In Russia, many journalists were also arrested after the arrest of opposition leader Alexey Navalny. My longtime general secretary, Slovak TV-journalist Tibor Macak, used his contact with the man who saved Navalny’s last summer, Jaka Bizilj, the founder of the Cinema for Peace-initiative. Bizilj organized the flight to Berlin after Navalny was poisoned in Siberia with a chemical agent. Bizilj wrote a comment for AEJ asking for tough EU sanctions against Russia and a stop to the construction of the Nord Stream II gas pipeline.
In other EU countries – not only in Hungary and Poland – media freedom is often being put into question. In France, video recordings of security officers during police operations have been banned. An interior minister found nothing wrong with rummaging through journalists’ laptops in Germany. In Austria, tabloids received the bulk of the national COVID-subsidies, but quality-papers got smaller amounts.
One of the most impressive experiences I had as AEJ’s leader was my participation in a fact-finding mission to Turkey by several international media organizations in 2017. We visited the last independent editorial offices, including the daily newspaper Cumhuriyet, where several colleagues had ended up in prison, most of them on trumped-up charges of supporting a terrorist organisation. Where usually popular columns could be read, only an empty column with the photo of the respective prisoner appeared. Our Turkish colleagues asked us to report on the sad media situation in Turkey once we returned back home.
AEJ’s Media Freedom Representative, William Horsley, helped set up the “Platform for Persecuted Journalists” at the Council of Europe in Strasbourg. We often reported on cases of attacks or harassment against journalists there. Later, the governments of the respective members of the EU had to take a stand. Unfortunately, this act of naming and shaming often proved ineffective. I have therefore redirected the focus to the EU institutions. They have become increasingly important for the defense of media freedom in Europe through new targeted European regulations.

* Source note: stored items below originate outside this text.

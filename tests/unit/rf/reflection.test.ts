import fc from 'fast-check';
import { describe, expect, it } from 'vitest';
import {
  impedanceFromReflection,
  powerWaveReflection,
  reflectionCoefficient,
  reflectionReport,
  reflectionReportFromGamma,
} from '../../../shared/rf/reflection.ts';
import { RfInputError } from '../../../shared/rf/errors.ts';
import { refGamma, refPowerWave, relativeError, toPlain } from '../../helpers/rf-reference.ts';

const Z50 = { re: 50, im: 0 };

function fieldOf(fn: () => unknown): string | undefined {
  try {
    fn();
  } catch (err) {
    if (err instanceof RfInputError) return err.field;
    throw err;
  }
  return undefined;
}

const passiveLoad = fc.record({
  re: fc.double({ min: 0, max: 1e4, noNaN: true }),
  im: fc.double({ min: -1e4, max: 1e4, noNaN: true }),
});
const reference = fc.record({
  re: fc.double({ min: 1, max: 1000, noNaN: true }),
  im: fc.double({ min: -500, max: 500, noNaN: true }),
});

describe('reflection coefficients match worked examples', () => {
  it('gives Γ = 0.4 + j0.2 for 100 + j50 Ω on 50 Ω', () => {
    // Common textbook exercise; by hand: (50 + j50)/(150 + j50) = (50 + j50)(150 − j50)/25000
    // = (10000 + j5000)/25000. |Γ| = 0.4472, SWR = 1.4472/0.5528 = 2.618.
    const g = reflectionCoefficient({ re: 100, im: 50 }, Z50);
    expect(g.re).toBeCloseTo(0.4, 15);
    expect(g.im).toBeCloseTo(0.2, 15);
    const report = reflectionReport({ re: 100, im: 50 }, Z50);
    expect(report.reflection.magnitude).toBeCloseTo(Math.sqrt(0.2), 15);
    expect(report.reflection.angleDeg).toBeCloseTo((Math.atan(0.5) * 180) / Math.PI, 12);
    expect(report.swr).toBeCloseTo(2.618, 3);
  });

  it('gives Γ = +0.2 for 75 Ω and −1/3 for 25 Ω on 50 Ω (common practice: SWR 1.5 and 2 for resistive loads)', () => {
    expect(reflectionCoefficient({ re: 75, im: 0 }, Z50).re).toBeCloseTo(0.2, 15);
    expect(reflectionCoefficient({ re: 25, im: 0 }, Z50).re).toBeCloseTo(-1 / 3, 15);
    expect(reflectionReport({ re: 25, im: 0 }, Z50).swr).toBeCloseTo(2, 14);
  });

  it('gives Γ = −1 for a short, with a null SWR and a null admittance', () => {
    const report = reflectionReport({ re: 0, im: 0 }, Z50);
    expect(report.reflection.re).toBe(-1);
    expect(report.reflection.angleDeg).toBe(180);
    expect(report.swr).toBeNull();
    expect(report.mismatchLossDb).toBeNull();
    expect(report.admittanceS).toBeNull();
  });

  it('gives 1/ZL as the admittance', () => {
    const report = reflectionReport({ re: 30, im: 40 }, Z50);
    // 1/(30 + j40) = (30 − j40)/2500, by hand.
    expect(report.admittanceS?.re).toBeCloseTo(0.012, 15);
    expect(report.admittanceS?.im).toBeCloseTo(-0.016, 15);
  });
});

describe('reflection agrees with an independent complex.js re-computation', () => {
  it('matches Γ and the power-wave reflection for random passive loads and complex references', () => {
    fc.assert(
      fc.property(passiveLoad, reference, (zl, z0) => {
        expect(relativeError(reflectionCoefficient(zl, z0), toPlain(refGamma(zl, z0)))).toBeLessThan(1e-13);
        expect(relativeError(powerWaveReflection(zl, z0), toPlain(refPowerWave(zl, z0)))).toBeLessThan(1e-13);
      }),
      { numRuns: 500 },
    );
  });

  it('keeps the power-wave magnitude within 1 for every passive load, even with a complex reference (Kurokawa 1965)', () => {
    fc.assert(
      fc.property(passiveLoad, reference, (zl, z0) => {
        const report = reflectionReport(zl, z0);
        expect(report.powerWaveReflection.magnitude).toBeLessThanOrEqual(1 + 1e-15);
        // Kurokawa's |s|² = 1 − 4·RL·R0/|ZL + Z0|²: the delivered fraction of the available power.
        const sum = Math.hypot(zl.re + z0.re, zl.im + z0.im);
        expect(report.transmittedPowerRatio).toBeCloseTo((4 * zl.re * z0.re) / (sum * sum), 12);
      }),
      { numRuns: 500 },
    );
  });

  it('shows |Γ| above 1 but |s| = 1 for a reactance on a complex reference, the case power waves exist for', () => {
    // By hand: Z0 = 50 − j50, ZL = j50: Γ = (−50 + j100)/50 = −1 + j2; s = (j50 − 50 − j50)/50 = −1.
    const report = reflectionReport({ re: 0, im: 50 }, { re: 50, im: -50 });
    expect(report.reflection.magnitude).toBeCloseTo(Math.sqrt(5), 14);
    expect(report.powerWaveReflection.re).toBeCloseTo(-1, 15);
    expect(report.swr).toBeNull();
  });

  it('gives zero power-wave reflection for a conjugate match', () => {
    const report = reflectionReport({ re: 30, im: 20 }, { re: 30, im: -20 });
    expect(report.powerWaveReflection.magnitude).toBe(0);
    expect(report.returnLossDb).toBeNull();
    expect(report.reflection.magnitude).toBeGreaterThan(0);
  });
});

describe('the inverse recovers the load', () => {
  it('round-trips Z → Γ → Z for random passive loads', () => {
    fc.assert(
      fc.property(passiveLoad, reference, (zl, z0) => {
        fc.pre(Math.hypot(zl.re, zl.im) > 1e-3);
        const back = impedanceFromReflection(reflectionCoefficient(zl, z0), z0);
        expect(back).not.toBeNull();
        expect(relativeError(back as { re: number; im: number }, zl)).toBeLessThan(1e-9);
      }),
      { numRuns: 500 },
    );
  });

  it('gives 75 Ω for Γ = 0.2 on 50 Ω (common practice)', () => {
    const report = reflectionReportFromGamma({ re: 0.2, im: 0 }, Z50);
    expect(report.loadOhm?.re).toBeCloseTo(75, 13);
    expect(report.loadOhm?.im).toBe(0);
    expect(report.swr).toBeCloseTo(1.5, 14);
  });

  it('gives a null load and zero admittance for Γ = 1 (open circuit)', () => {
    expect(impedanceFromReflection({ re: 1, im: 0 }, Z50)).toBeNull();
    const report = reflectionReportFromGamma({ re: 1, im: 0 }, Z50);
    expect(report.loadOhm).toBeNull();
    expect(report.admittanceS).toEqual({ re: 0, im: 0 });
    expect(report.swr).toBeNull();
    expect(report.returnLossDb).toBe(0);
  });

  it('gives a pure reactance for any Γ on the unit circle of a real reference', () => {
    const report = reflectionReportFromGamma({ re: 0, im: 1 }, Z50);
    // Z = 50(1 + j)/(1 − j) = j50, by hand.
    expect(report.loadOhm?.re).toBe(0);
    expect(report.loadOhm?.im).toBeCloseTo(50, 12);
  });

  it('accepts |Γ| above 1 when the reference is complex and the load is passive', () => {
    const report = reflectionReportFromGamma({ re: -1, im: 2 }, { re: 50, im: -50 });
    expect(report.loadOhm?.re).toBeCloseTo(0, 10);
    expect(report.loadOhm?.im).toBeCloseTo(50, 10);
  });
});

describe('impossible reflection inputs are rejected with the field named', () => {
  it("rejects a negative load resistance on 'loadOhm'", () => {
    expect(fieldOf(() => reflectionReport({ re: -1, im: 0 }, Z50))).toBe('loadOhm');
  });

  it("rejects a reference without resistance on 'referenceOhm'", () => {
    expect(fieldOf(() => reflectionReport({ re: 50, im: 0 }, { re: 0, im: 50 }))).toBe('referenceOhm');
    expect(fieldOf(() => reflectionReportFromGamma({ re: 0, im: 0 }, { re: -50, im: 0 }))).toBe('referenceOhm');
  });

  it("rejects |Γ| above 1 on a real reference on 'reflection'", () => {
    expect(fieldOf(() => reflectionReportFromGamma({ re: 0.9, im: 0.5 }, Z50))).toBe('reflection');
  });

  it("rejects a Γ that means a negative resistance on a complex reference on 'reflection'", () => {
    expect(fieldOf(() => reflectionReportFromGamma({ re: -3, im: 0 }, { re: 50, im: -50 }))).toBe('reflection');
  });

  it("rejects ZL + Z0 = 0 instead of dividing by zero on 'loadOhm'", () => {
    expect(fieldOf(() => reflectionCoefficient({ re: -50, im: 0 }, Z50))).toBe('loadOhm');
  });

  it("rejects non-finite parts on 'loadOhm'", () => {
    expect(fieldOf(() => reflectionReport({ re: Number.POSITIVE_INFINITY, im: 0 }, Z50))).toBe('loadOhm');
  });
});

The worst incidents that have occurred during my tenure are the murders of two investigative reporters – Daphne Galicia Caruana, who was killed by a car bomb in Malta in 2017; and Slovak journalist Jan Kuciak, who was shot dead in cold blood in his home, together with his fiancée, in 2018. In each case, those behind the killings, in both politics and business, have still not been brought to justice.
At the last AEJ congress in Paris, before the pandemic in December 2019, Caruana Galizia’s son Matthew emotionally reported on his mother’s lack of public support just before her tragic death. She had 46 defamation lawsuits pending, so-called SLAPP lawsuits (Strategic lawsuits against public participation).
In a Zoom interview with AEJ members, EU Commission Vice-President Vera Jourova, responsible for European fundamental values and transparency, announced an EU directive against such SLAPP proceedings for this year. At the same time, Jourova also wants to fight foreign influence on European election campaigns, especially from troll factories in Russia and China.
The so-called “microtargeting” of certain groups of voters by social media – as carried out by Cambridge Analytica without any consequences in the UK and the US – is also to be prohibited. Social media must respect a code of conduct and delete calls for violence and terrorism within a few hours. The EU Commission plan is to finance courses to train journalists and schoolchildren to take more effective actions against fake news and disinformation.
The fact that the EU Commission is now more serious about defending media freedom and a plurality of opinion is a signal that gives hope at the end of my term.